§ **Exercise**:
Look through the data below and extract, unchanged, the lines from the one that contains "assert written.read_bytes() == built" to the one that contains "other = nb.write(brief", both included.

Data supplied Block Start

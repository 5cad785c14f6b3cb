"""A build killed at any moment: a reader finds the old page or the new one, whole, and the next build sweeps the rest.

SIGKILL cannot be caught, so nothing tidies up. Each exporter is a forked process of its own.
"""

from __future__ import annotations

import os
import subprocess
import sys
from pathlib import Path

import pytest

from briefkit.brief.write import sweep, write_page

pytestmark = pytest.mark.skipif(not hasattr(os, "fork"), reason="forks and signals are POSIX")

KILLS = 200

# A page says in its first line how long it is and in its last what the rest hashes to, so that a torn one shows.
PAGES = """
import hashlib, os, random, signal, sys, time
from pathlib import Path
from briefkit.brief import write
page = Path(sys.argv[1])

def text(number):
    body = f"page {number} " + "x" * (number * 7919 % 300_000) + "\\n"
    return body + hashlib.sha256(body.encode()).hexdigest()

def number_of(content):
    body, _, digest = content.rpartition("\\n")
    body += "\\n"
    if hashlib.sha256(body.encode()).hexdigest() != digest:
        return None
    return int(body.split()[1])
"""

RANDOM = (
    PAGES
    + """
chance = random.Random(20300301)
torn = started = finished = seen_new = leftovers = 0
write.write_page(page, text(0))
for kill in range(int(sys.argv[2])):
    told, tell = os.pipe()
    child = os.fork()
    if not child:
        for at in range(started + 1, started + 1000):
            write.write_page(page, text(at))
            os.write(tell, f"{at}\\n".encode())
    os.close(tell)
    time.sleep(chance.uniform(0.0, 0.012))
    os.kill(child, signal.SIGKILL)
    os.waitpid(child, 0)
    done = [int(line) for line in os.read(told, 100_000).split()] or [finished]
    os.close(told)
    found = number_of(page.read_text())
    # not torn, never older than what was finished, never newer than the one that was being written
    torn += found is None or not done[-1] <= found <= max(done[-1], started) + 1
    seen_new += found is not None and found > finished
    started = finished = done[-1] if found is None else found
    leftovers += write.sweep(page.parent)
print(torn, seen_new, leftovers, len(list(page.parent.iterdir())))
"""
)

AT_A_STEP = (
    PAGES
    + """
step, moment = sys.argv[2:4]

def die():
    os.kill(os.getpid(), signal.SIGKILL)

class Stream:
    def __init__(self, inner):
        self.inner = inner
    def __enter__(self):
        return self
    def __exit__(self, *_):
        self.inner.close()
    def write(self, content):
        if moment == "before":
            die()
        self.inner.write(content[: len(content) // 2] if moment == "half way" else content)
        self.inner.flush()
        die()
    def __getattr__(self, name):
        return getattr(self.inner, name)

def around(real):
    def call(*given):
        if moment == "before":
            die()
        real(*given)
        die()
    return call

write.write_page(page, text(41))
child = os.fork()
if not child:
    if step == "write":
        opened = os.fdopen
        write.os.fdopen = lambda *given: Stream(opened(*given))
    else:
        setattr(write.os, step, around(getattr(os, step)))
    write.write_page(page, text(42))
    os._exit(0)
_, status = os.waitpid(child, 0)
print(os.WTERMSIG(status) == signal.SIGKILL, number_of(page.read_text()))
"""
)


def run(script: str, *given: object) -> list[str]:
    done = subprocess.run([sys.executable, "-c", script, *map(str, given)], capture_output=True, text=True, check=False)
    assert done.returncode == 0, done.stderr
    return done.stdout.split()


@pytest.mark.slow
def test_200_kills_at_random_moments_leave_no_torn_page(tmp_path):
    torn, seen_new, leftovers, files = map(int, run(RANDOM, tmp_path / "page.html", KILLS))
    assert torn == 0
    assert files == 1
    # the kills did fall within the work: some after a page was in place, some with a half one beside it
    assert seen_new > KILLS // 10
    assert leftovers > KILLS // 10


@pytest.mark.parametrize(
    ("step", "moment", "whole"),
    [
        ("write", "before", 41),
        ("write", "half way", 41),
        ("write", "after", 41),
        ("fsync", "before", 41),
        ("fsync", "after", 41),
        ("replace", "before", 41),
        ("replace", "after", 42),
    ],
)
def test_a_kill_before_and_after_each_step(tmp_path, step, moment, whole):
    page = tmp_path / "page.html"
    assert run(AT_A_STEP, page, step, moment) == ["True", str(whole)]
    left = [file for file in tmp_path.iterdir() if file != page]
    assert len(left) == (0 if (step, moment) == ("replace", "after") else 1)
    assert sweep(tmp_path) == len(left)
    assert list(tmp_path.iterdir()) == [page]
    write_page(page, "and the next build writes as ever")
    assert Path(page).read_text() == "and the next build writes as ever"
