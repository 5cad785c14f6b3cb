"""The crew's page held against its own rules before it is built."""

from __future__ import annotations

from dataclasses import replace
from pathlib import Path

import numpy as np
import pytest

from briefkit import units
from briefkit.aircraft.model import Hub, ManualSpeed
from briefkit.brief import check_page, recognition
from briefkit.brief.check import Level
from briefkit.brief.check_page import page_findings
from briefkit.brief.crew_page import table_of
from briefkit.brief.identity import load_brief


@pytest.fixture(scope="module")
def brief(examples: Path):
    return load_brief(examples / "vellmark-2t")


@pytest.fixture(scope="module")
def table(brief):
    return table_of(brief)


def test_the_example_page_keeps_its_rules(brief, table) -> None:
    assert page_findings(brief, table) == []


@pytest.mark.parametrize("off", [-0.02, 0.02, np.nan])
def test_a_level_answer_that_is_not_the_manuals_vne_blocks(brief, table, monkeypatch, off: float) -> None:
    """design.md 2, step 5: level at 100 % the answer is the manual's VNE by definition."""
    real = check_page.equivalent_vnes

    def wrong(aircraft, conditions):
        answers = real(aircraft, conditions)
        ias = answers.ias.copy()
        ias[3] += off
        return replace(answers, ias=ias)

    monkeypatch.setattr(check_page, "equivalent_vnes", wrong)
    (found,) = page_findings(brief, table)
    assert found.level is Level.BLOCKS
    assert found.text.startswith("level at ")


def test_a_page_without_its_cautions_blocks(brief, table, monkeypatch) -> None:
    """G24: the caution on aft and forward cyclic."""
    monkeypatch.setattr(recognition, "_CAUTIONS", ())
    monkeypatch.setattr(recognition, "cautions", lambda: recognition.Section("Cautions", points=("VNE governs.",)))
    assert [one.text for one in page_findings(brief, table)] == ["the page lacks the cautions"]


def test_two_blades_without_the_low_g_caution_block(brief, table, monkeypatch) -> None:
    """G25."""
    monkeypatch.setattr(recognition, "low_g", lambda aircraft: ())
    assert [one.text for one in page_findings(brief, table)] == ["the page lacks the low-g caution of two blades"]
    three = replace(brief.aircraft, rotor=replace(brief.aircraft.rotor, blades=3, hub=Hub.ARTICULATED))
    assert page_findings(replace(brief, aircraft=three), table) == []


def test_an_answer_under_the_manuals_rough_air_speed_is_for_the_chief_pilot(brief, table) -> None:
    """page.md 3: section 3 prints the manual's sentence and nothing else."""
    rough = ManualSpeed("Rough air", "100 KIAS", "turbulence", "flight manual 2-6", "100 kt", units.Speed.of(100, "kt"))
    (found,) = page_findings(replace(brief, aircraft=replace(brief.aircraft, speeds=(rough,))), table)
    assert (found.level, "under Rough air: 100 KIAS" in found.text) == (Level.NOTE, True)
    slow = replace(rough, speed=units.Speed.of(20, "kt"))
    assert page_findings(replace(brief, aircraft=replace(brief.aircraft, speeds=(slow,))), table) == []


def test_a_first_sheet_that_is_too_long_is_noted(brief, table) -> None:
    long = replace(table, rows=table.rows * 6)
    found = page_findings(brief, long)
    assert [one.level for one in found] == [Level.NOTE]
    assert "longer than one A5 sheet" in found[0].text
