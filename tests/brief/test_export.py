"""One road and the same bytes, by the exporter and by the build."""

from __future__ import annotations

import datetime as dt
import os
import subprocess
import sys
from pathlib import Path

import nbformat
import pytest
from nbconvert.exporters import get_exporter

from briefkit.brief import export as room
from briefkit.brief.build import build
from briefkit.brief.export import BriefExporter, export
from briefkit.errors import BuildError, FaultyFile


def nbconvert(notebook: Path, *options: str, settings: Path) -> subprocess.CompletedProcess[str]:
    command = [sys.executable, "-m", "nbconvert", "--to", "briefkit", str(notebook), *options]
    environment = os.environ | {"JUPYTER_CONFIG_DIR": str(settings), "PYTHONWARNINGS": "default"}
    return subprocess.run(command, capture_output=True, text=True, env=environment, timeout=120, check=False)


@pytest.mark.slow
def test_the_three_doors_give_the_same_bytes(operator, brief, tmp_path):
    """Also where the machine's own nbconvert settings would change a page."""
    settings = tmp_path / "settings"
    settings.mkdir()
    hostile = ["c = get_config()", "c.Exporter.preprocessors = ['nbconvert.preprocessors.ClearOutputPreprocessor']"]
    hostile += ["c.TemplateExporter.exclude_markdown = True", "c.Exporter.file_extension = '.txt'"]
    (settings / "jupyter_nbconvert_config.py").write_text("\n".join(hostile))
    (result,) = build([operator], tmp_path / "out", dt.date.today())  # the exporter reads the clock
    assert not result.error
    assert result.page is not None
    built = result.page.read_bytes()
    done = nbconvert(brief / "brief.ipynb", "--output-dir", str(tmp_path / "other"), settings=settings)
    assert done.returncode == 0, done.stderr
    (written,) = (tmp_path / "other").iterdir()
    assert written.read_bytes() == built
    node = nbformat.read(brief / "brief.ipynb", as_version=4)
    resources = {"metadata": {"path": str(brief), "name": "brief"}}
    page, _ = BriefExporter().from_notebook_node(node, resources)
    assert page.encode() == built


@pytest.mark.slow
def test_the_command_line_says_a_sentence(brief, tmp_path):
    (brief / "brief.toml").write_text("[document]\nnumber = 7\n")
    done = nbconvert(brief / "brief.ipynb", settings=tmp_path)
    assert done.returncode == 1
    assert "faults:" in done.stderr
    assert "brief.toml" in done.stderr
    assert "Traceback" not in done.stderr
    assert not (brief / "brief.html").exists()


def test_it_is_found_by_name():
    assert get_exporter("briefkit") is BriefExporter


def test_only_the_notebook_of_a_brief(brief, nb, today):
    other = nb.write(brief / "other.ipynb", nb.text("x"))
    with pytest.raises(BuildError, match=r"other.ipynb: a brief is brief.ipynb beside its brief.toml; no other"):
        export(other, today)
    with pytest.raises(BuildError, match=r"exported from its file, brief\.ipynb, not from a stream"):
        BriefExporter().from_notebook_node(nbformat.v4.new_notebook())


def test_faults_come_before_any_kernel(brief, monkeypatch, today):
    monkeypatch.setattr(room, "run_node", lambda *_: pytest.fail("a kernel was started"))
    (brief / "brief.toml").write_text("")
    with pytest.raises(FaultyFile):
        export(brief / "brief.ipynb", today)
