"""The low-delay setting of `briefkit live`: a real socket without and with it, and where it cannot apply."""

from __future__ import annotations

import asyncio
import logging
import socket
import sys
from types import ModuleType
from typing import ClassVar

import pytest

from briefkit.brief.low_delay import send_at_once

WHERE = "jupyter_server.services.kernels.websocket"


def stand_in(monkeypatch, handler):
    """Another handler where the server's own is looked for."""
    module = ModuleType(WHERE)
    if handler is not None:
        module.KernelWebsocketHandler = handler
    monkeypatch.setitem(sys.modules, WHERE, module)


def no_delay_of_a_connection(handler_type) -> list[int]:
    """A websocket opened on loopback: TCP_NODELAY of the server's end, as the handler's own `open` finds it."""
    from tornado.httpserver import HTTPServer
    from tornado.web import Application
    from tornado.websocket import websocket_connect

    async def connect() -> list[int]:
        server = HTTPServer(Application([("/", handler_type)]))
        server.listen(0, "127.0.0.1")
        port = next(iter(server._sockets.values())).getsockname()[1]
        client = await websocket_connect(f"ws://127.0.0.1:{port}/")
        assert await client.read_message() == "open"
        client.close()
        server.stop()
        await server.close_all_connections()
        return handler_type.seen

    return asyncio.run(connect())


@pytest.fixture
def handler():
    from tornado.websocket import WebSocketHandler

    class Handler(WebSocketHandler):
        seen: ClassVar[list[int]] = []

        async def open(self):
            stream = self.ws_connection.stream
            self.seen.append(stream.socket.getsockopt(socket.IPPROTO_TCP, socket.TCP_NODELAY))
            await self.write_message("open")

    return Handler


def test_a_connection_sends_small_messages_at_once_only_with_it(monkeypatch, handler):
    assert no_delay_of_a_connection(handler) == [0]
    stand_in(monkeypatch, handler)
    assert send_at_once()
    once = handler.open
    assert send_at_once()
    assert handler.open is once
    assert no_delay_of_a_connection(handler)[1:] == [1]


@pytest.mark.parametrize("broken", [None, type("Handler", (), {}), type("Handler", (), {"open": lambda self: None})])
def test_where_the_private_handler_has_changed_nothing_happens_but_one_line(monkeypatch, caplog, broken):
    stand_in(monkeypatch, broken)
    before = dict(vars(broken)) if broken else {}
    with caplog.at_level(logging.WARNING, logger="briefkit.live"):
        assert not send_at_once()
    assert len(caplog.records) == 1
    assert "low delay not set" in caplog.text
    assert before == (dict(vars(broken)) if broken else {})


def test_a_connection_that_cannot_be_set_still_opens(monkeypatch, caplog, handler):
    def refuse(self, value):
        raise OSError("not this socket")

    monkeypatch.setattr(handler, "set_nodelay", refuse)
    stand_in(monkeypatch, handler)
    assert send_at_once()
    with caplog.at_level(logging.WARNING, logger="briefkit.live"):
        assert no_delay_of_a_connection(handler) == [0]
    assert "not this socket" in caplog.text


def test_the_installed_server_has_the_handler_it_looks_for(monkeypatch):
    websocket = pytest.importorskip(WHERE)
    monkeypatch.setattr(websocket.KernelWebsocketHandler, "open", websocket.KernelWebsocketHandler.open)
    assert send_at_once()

Data supplied Block End

§ **Exercise result**:
    assert written.read_bytes() == built
    node = nbformat.read(brief / "brief.ipynb", as_version=4)
    resources = {"metadata": {"path": str(brief), "name": "brief"}}
    page, _ = BriefExporter().from_notebook_node(node, resources)
    assert page.encode() == built


@pytest.mark.slow
def test_the_command_line_says_a_sentence(brief, tmp_path):
    (brief / "brief.toml").write_text("[document]\nnumber = 7\n")
    done = nbconvert(brief / "brief.ipynb", settings=tmp_path)
    assert done.returncode == 1
    assert "faults:" in done.stderr
    assert "brief.toml" in done.stderr
    assert "Traceback" not in done.stderr
    assert not (brief / "brief.html").exists()


def test_it_is_found_by_name():
    assert get_exporter("briefkit") is BriefExporter


def test_only_the_notebook_of_a_brief(brief, nb, today):
    other = nb.write(brief / "other.ipynb", nb.text("x"))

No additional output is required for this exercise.